# Builder



## HalloOtto (7. Feb 2016)

Hallo ich brauch dringend hilfe mit diese Aufgabe, Ich soll eine generische Methode entwickeln, die eine Liste mit beliebigen Objekten eines festen Typs auffüllt:
a) Java bietet keine Möglichkeit, ein Objekt eines generischen Typs zu erzeugen.
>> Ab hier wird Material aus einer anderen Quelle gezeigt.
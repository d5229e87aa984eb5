import fc from 'fast-check';
import { describe, expect, it } from 'vitest';
import {
  readCoordinate,
  splitPair,
  writeCoordinate,
  type Axis,
} from '#src/features/places/model/coordinate.js';

const degrees = (text: string, axis: Axis = 'latitude') => {
  const reading = readCoordinate(text, axis);
  return reading.ok ? reading.valueDeg : reading.problem;
};

describe('a coordinate', () => {
  it.each([
    ['12° 30′ S', -12.5],
    ["12°30'S", -12.5],
    ['S 12 30', -12.5],
    ['12.5S', -12.5],
    ['12,5 s', -12.5],
    ['-12.5', -12.5],
    ['−12.5', -12.5],
    ['+12.5', 12.5],
    ['12.5', 12.5],
    ['12.5°', 12.5],
    ['12 degrees 30 min north', 12.5],
    ['12d 30m 0s N', 12.5],
    ['12 30 15 N', 12.504167],
    ['12° 30′ 15″ N', 12.504167],
    ['12° 30.25′ N', 12.504167],
    ['0', 0],
    ['-0', 0],
    ['0° 0′ S', 0],
    ['90 N', 90],
    ['007° 05′ N', 7.083333],
  ])('reads %j as %d degrees of latitude', (text, expected) => {
    expect(degrees(text)).toBe(expected);
  });

  it.each([
    ['39° 15′ E', 39.25],
    ['70W', -70],
    ['W 70° 30′', -70.5],
    ['39d 15m 30s E', 39.258333],
    ['180', 180],
    ['-180', -180],
  ])('reads %j as %d degrees of longitude', (text, expected) => {
    expect(degrees(text, 'longitude')).toBe(expected);
  });

  it.each([
    ['', 'required', ''],
    ['   ', 'required', ''],
    ['twelve', 'no-number', 'twelve'],
    ['N', 'no-number', 'N'],
    ['12° 75′ N', 'minutes', '75'],
    ['12° 60′ N', 'minutes', '60'],
    ['12° 30′ 61″', 'seconds', '61'],
    ['12.5° 30′', 'fraction-not-last', '12.5'],
    ['95 N', 'range', '95'],
    ['90° 0′ 1″', 'range', '90'],
    ['12 E', 'wrong-letter', 'E'],
    ['-12 S', 'sign-and-letter', 'S'],
    ['12 N S', 'two-letters', 'N, S'],
    ['1 2 3 4', 'too-many-numbers', '1 2 3 4'],
    ['12-30', 'unreadable', '-'],
    ['12 cats', 'unreadable', 'cats'],
    ['12..5', 'unreadable', '..5'],
  ])('refuses the latitude %j (%s) and names what to change', (text, code, value) => {
    expect(degrees(text)).toEqual({ code, value });
  });

  it('refuses a longitude beyond half a turn, and a letter of the other axis', () => {
    expect(degrees('181', 'longitude')).toEqual({ code: 'range', value: '181' });
    expect(degrees('39 N', 'longitude')).toEqual({ code: 'wrong-letter', value: 'N' });
  });

  it('written as text reads back as the same number, to a millionth of a degree', () => {
    for (const [axis, limit] of [
      ['latitude', 90],
      ['longitude', 180],
    ] as const) {
      fc.assert(
        fc.property(fc.double({ min: -limit, max: limit, noNaN: true }), (valueDeg) => {
          const rounded = Number(valueDeg.toFixed(6)) + 0;
          expect(degrees(writeCoordinate(rounded, axis), axis)).toBe(rounded);
        }),
        { seed: 7 },
      );
    }
  });

  it('is written as degrees and minutes where these say it exactly', () => {
    expect(writeCoordinate(-12.5, 'latitude').replaceAll('\u00a0', ' ')).toBe('12° 30′ S');
    expect(writeCoordinate(39, 'longitude').replaceAll('\u00a0', ' ')).toBe('39° 0′ E');
    expect(writeCoordinate(12.504167, 'latitude').replaceAll('\u00a0', ' ')).toBe('12° 30′ 15″ N');
    expect(writeCoordinate(12.345678, 'latitude').replaceAll('\u00a0', ' ')).toBe('12.345678° N');
  });
});

describe('two coordinates in one field', () => {
  it.each([
    ['12° 30′ S, 39 15 E', '12° 30′ S', '39 15 E'],
    ['12.5 N 39.25 E', '12.5 N', '39.25 E'],
    ['-12.5, 39.25', '-12.5', '39.25'],
    ['12,5; 39,25', '12,5', '39,25'],
  ])('%j are taken apart', (text, latitude, longitude) => {
    expect(splitPair(text)).toEqual({ latitude, longitude });
  });

  it.each(['12,5', '12 30', '12.5', 'here, there', '95, 39'])('%j is no such pair', (text) => {
    expect(splitPair(text)).toBeNull();
  });
});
Wir wollen deshalb ein Interface Builder<T> erstellen, welches eine Methode T build(int i) zur Verfügung stellt. Dieser Builder kann nun für einen entsprechenden Typ implementiert werden und in der build-Methode neue Objekte erzeugen.
b) Erstellen Sie nun eine Klasse MyCollections und darin eine Methode public static <T> void fill(List<T> list, Builder<T> builder, int count). Diese soll count viele neue Objekte vom Typ T in die übergebene Liste einfügen. Als Parameter soll der build-Methode der Index des aktuell zu erzeugenden Eintrags übergeben werden.
c) Testen Sie Ihre Implementierung aus Aufgabenteil b), indem Sie eine Liste vom Typ Integer mit den Zahlen 0-49 auffüllen lassen. Geben Sie den benötigten Builder als Lambda-Ausdruck an!

Habe leider überhaupt keinen Ansatz.
Bitte um Hilfe.
LG Otto


----------



## kneitzel (8. Feb 2016)

Also gewöhnlich wird vor einer Aufgabe auch das nötige Handwerkszeug durchgenommen. Daher würde ich mal schauen, was ihr zuletzt so an Themen hattet.

Meine Erwartungshaltung wäre, dass ihr die Möglichkeiten von der Reflection behandelt habt.

Damit hast du jetzt ein Stichwort, nach dem Du suchen kannst.


----------



## Flown (8. Feb 2016)

Gib doch mal die Rümpfe an die du erhalten hast. Builder-Interface, MyCollection-Klasse + Methode und dann schauen wir mal wo es hapert.


----------



## kneitzel (8. Feb 2016)

Vergiss meinen Hinweis heute früh. Hab den Punkt a) nicht gut genug gelesen. Reflection ist natürlich Quatsch in dem Zusammenhang. Durch das Interface hast Du ja eine Funktion im Builder, der die Instanzen erzeugen kann und ich war einfach nur total auf der falschen Spur. Sorry für die Verwirrung.


----------



## HalloOtto (8. Feb 2016)

So also ich hab mal angefangen das gerüst zu bauen aber komme net weiter.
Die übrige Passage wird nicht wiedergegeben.